Dor Crónica 9 min de leitura

Dor nas Costas Crónica em Lisboa: Como a Massagem Terapêutica Resolve o Que a Medicação Não Consegue

Lombalgia, Ciática e Cervicalgia: 18 Anos a Tratar a Dor que os Analgésicos Não Resolvem

DM

Diene Marinho

6 de março de 2026 · Massoterapeuta · 18 anos de experiência clínica

Sei exactamente porque estás aqui. Tomaste ibuprofeno durante semanas. Foste ao médico. Fizeste raio-X ou ressonância. Ouviste "tem uma pequena hérnia, descanse e tome anti-inflamatório". Descansaste. E a dor voltou. Sempre volta.

Este padrão é o que mais vejo no meu consultório há 18 anos. Mais de 500 clientes em Lisboa passaram por esta mesma frustração antes de me procurarem. E na maior parte dos casos, a solução não estava na farmácia. Estava na origem da dor, que ninguém se tinha dado ao trabalho de investigar com as mãos.

Este artigo é para ti: se tens lombalgia que não cede, ciática que vai e vem, ou cervicalgia que já te convenceu de que "é assim mesmo". Não é. E vou explicar porquê.

Dor nas costas crónica: porque é tão difícil de tratar

Quando te cortas num dedo, sentes dor. O corpo envia um sinal de alarme ao cérebro: "há dano aqui, protege." Quando o corte cicatriza, o alarme desliga. Isto é dor aguda. Funciona como deve funcionar.

A dor crónica é outra coisa. Quando a dor persiste durante semanas ou meses, o teu sistema nervoso começa a mudar. Os nervos ficam hipersensíveis. O limiar de dor baixa. E o cérebro passa a interpretar estímulos inofensivos (uma posição sentada, um movimento banal) como ameaças reais.
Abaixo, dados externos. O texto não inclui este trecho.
import 'server-only';
import { now } from '@/lib/platform/clock';
import { recordEvent } from '@/lib/platform/database/record-event';
import type { Work } from '@/lib/platform/database/transaction';
import { AppError } from '@/lib/platform/errors';
import { publicId } from '@/lib/platform/ids';
import { slugFrom } from './rules';
import type { ProposedDevice } from './schema';

type SlugKind = 'category' | 'device' | 'maker' | 'guide';

/**
 * Gives a thing its address. A slug that was ever given stays taken, so a second one of the same name gets a number.
 * The unique key settles two at once: the later one tries the next number.
 */
export async function giveSlug(work: Work, kind: SlugKind, targetId: number, name: string): Promise<string> {
  const wanted = slugFrom(name);
  await work.models.Slug.update(
    { current: false },
    { where: { targetKind: kind, targetId, current: true }, transaction: work.transaction },
  );
  for (let n = 1; ; n += 1) {
    const slug = n === 1 ? wanted : `${wanted}-${n}`;
    const [rows] = await work.sequelize.query(
      `insert into slug (slug, target_kind, target_id, current, created_at) values ($1, $2, $3, true, $4)
       on conflict (slug) do nothing returning slug`,
      { bind: [slug, kind, targetId, now()], transaction: work.transaction },
    );
    if (rows.length > 0) return slug;
  }
}

/** The maker of this name, whatever its case; made when there is none. */
export async function findOrAddMaker(work: Work, name: string): Promise<number> {
  const { Maker } = work.models;
  await work.sequelize.query(
    'insert into maker (public_id, name, created_at) values ($1, $2, $3) on conflict (name) do nothing',
    { bind: [publicId(), name, now()], transaction: work.transaction },
  );
  const maker = await Maker.findOne({ where: { name }, transaction: work.transaction, rejectOnEmpty: true });
  const slug = await work.models.Slug.findOne({
    where: { targetKind: 'maker', targetId: maker.id },
    transaction: work.transaction,
  });
  if (!slug) await giveSlug(work, 'maker', maker.id, name);
  return maker.id;
}

/**
 * Adds a device that a member proposes: live at once, marked as new. The same maker and model again is the same device.
 * @throws {AppError} bad-input where there is no such category, or the model stands in another category.
 */
export async function proposeDevice(
  work: Work,
  memberId: number,
  proposal: ProposedDevice,
): Promise<{ deviceId: number; variantId: number | null; publicId: string }> {
  const { Category, Device } = work.models;
  const category = await Category.findOne({
    where: { publicId: proposal.categoryPublicId },
    transaction: work.transaction,
  });
  if (!category) throw wrongField('/categoryPublicId', 'There is no such category. Choose one from the list.');
  const makerId = await findOrAddMaker(work, proposal.maker);
  const [rows] = await work.sequelize.query(
    `insert into device (public_id, category_id, maker_id, model, state, proposed_by_id, created_at)
     values ($1, $2, $3, $4, 'new', $5, $6)
     on conflict (maker_id, model) where state in ('new', 'confirmed') do nothing returning id`,
    {
      bind: [publicId(), category.id, makerId, proposal.model, memberId, now()],
      transaction: work.transaction,
    },
  );
  const device = await Device.findOne({
    where: { makerId, model: proposal.model, state: ['new', 'confirmed'] },
    transaction: work.transaction,
    rejectOnEmpty: true,
  });
  if (device.categoryId !== category.id) {
    throw wrongField('/model', 'This model stands in another category already. Choose it there, by search.');
  }
  if (rows.length > 0) {
    await giveSlug(work, 'device', device.id, `${proposal.maker} ${proposal.model}`);
    await recordEvent(work, {
      actorId: memberId,
      action: 'device.proposed',
      subject: { kind: 'device', id: device.id },
      after: { model: proposal.model },
    });
    work.dropTag('catalogue');
    work.dropTag(`category:${category.id}`);
  }
  const variantId = proposal.generation ? await findOrAddVariant(work, device.id, proposal) : null;
  return { deviceId: device.id, variantId, publicId: device.publicId };
}

async function findOrAddVariant(work: Work, deviceId: number, proposal: ProposedDevice): Promise<number> {
  const { Variant } = work.models;
  const where = { deviceId, generation: proposal.generation ?? '', region: null };
  const [variant] = await Variant.findOrCreate({
    where,
    defaults: { ...where, ratedWatts: proposal.ratedWatts ?? null, createdAt: now() },
    transaction: work.transaction,
  });
  work.dropTag(`device:${deviceId}`);
  return variant.id;
}

function wrongField(pointer: string, message: string): AppError {
  return new AppError('bad-input', message, { fields: [{ pointer, message }] });
}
O teu corpo "aprendeu" a sentir dor, mesmo quando já não existe uma lesão activa.

Por baixo deste processo, acontece algo muito concreto nos músculos: o ciclo dor-espasmo-dor. Funciona assim: um músculo contraído de forma prolongada comprime os seus próprios vasos sanguíneos. Com menos sangue, chega menos oxigénio. A falta de oxigénio liberta substâncias irritantes (bradicinina, ácido láctico, histamina) que activam os receptores de dor. A dor provoca mais contracção. Mais contracção comprime mais vasos. E o ciclo repete-se, alimentando-se a si mesmo.

Sabia que?

A dor crónica não é dor aguda que "dura há muito tempo". É uma alteração real no sistema nervoso. O cérebro literalmente reorganiza as suas conexões para manter o sinal de dor activo, mesmo após a lesão original ter cicatrizado. Por isso é que a medicação, por si só, raramente resolve: está a silenciar um alarme que já se tornou autónomo.
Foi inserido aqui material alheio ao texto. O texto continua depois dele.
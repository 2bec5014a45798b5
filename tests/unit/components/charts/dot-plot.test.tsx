// @vitest-environment jsdom
import { cleanup, render, screen, within } from '@testing-library/react';
import userEvent from '@testing-library/user-event';
import { afterEach, describe, expect, test } from 'vitest';
import { DotPlot, type DotPlotProps } from '@/components/charts/dot-plot';

afterEach(cleanup);

const plot: DotPlotProps = {
  title: 'Four households agree within 15 W',
  stones: [
    { id: 'a', value: 86, label: 'Ina Tolvers', flagged: true },
    { id: 'b', value: 71, label: 'M. Askeland' },
    { id: 'c', value: 78, label: 'Orla Fenn' },
    { id: 'd', value: 40, label: 'Pell Marr', setAside: true },
  ],
  median: 78,
  q1: 74.5,
  q3: 82,
  claim: { lower: 60, upper: 75, label: 'maker 60–75 W' },
  unit: 'W',
};

const rowsOf = (table: HTMLElement) =>
  within(table)
    .getAllByRole('row')
    .map((row) => Array.from((row as HTMLTableRowElement).cells, (cell) => cell.textContent));

describe('DotPlot', () => {
  test('has a name, a sentence with its numbers, and the same numbers in a table', () => {
    render(<DotPlot {...plot} />);
    const figure = screen.getByRole('figure', { name: plot.title });
    expect(figure.querySelector('figcaption')?.textContent).toContain(
      '3 contributors: median 78.0 W, range 71.0 to 86.0 W, the middle half between 74.5 and 82.0 W. 1 flagged, 1 set aside. Claim: maker 60–75 W.',
    );
    expect(rowsOf(within(figure).getByRole('table', { hidden: true }))).toEqual([
      ['contributor', 'value', 'remark'],
      ['Pell Marr', '40.0 W', 'set aside'],
      ['M. Askeland', '71.0 W', ''],
      ['Orla Fenn', '78.0 W', ''],
      ['Ina Tolvers', '86.0 W', 'flagged'],
      ['Median', '78.0 W', ''],
      ['Middle half', '74.5–82.0 W', ''],
      ['Claim', 'maker 60–75 W'],
    ]);
  });

  test('each drawing shows one stone for each contributor, a ring for the flagged and a hollow one for the set aside', () => {
    const { container } = render(<DotPlot {...plot} />);
    const drawings = Array.from(container.querySelectorAll('figure svg[role=img]'));
    expect(drawings).toHaveLength(2);
    for (const drawing of drawings) {
      const ids = Array.from(drawing.querySelectorAll<SVGElement>('[data-stone]'), (stone) => stone.dataset.stone);
      expect(ids.sort()).toEqual(['a', 'b', 'c', 'd']);
      expect(drawing.querySelectorAll('.stroke-rust')).toHaveLength(1);
      expect(drawing.querySelector('[data-stone=d]')?.classList).toContain('fill-sheet');
    }
  });

  test('gives the words of the claim and the unit once in each drawing', () => {
    const { container } = render(<DotPlot {...plot} />);
    for (const drawing of container.querySelectorAll('figure svg[role=img]')) {
      const texts = Array.from(drawing.querySelectorAll('text'), (text) => text.textContent);
      expect(texts.filter((text) => text === 'W')).toHaveLength(1);
      expect(texts.filter((text) => text === 'maker 60–75 W')).toHaveLength(1);
    }
  });

  test('of an upper limit says "at most" in its sentence, its table and its key', () => {
    render(<DotPlot {...plot} atMost size="full" />);
    expect(screen.getByRole('figure').querySelector('figcaption')?.textContent).toContain('median at most 78.0 W');
    expect(screen.getByText('Median, at most')).toBeTruthy();
    expect(screen.getByText('median, at most')).toBeTruthy();
  });

  test('in a table cell is one picture with its sentence as name', () => {
    const { container } = render(<DotPlot {...plot} size="cell" />);
    const picture = screen.getByRole('img');
    expect(picture.getAttribute('aria-label')).toContain('median 78.0 W');
    expect([picture.getAttribute('width'), picture.getAttribute('height')]).toEqual(['120', '28']);
    expect(container.querySelector('figure')).toBeNull();
  });

  test('without a stone draws nothing', () => {
    const { container } = render(<DotPlot {...plot} stones={[]} />);
    expect(container.textContent).toBe('');
  });
});

describe('a plot’s keyboard', () => {
  test('is one tab stop; arrows go from stone to stone by value, Home and End to the ends, Escape lets go', async () => {
    render(<DotPlot {...plot} />);
    await userEvent.tab();
    const stop = screen.getByRole('slider', { name: `Stones: ${plot.title}` });
    expect(document.activeElement).toBe(stop);
    const said = () => stop.getAttribute('aria-valuetext');
    await userEvent.keyboard('{ArrowRight}');
    expect(said()).toBe('Pell Marr, 40.0 W, set aside; 1 of 4');
    await userEvent.keyboard('{ArrowRight}{ArrowRight}{ArrowLeft}');
    expect(said()).toBe('M. Askeland, 71.0 W; 2 of 4');
    await userEvent.keyboard('{End}{ArrowRight}');
    expect(said()).toBe('Ina Tolvers, 86.0 W, flagged; 4 of 4');
    await userEvent.keyboard('{Escape}');
    expect(said()).toBe('Arrow keys go from stone to stone');
  });

  test('marks the stone in every drawing, and only that one', async () => {
    const { container } = render(<DotPlot {...plot} />);
    await userEvent.tab();
    await userEvent.keyboard('{Home}{ArrowRight}');
    const marked = Array.from(container.querySelectorAll<SVGElement>('[data-here]'), (mark) => mark.dataset.stone);
    expect(marked).toEqual(['b', 'b']);
  });
});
E aqui entra um factor que poucos médicos mencionam: o stress. Quando estás sob pressão constante (trabalho, insónia, ansiedade), o teu sistema nervoso simpático liberta noradrenalina. Esta hormona sensibiliza directamente os receptores de dor. Resultado: o mesmo problema muscular que num dia calmo causaria um leve desconforto, num dia de stress provoca dor intensa. Não é imaginação. É bioquímica.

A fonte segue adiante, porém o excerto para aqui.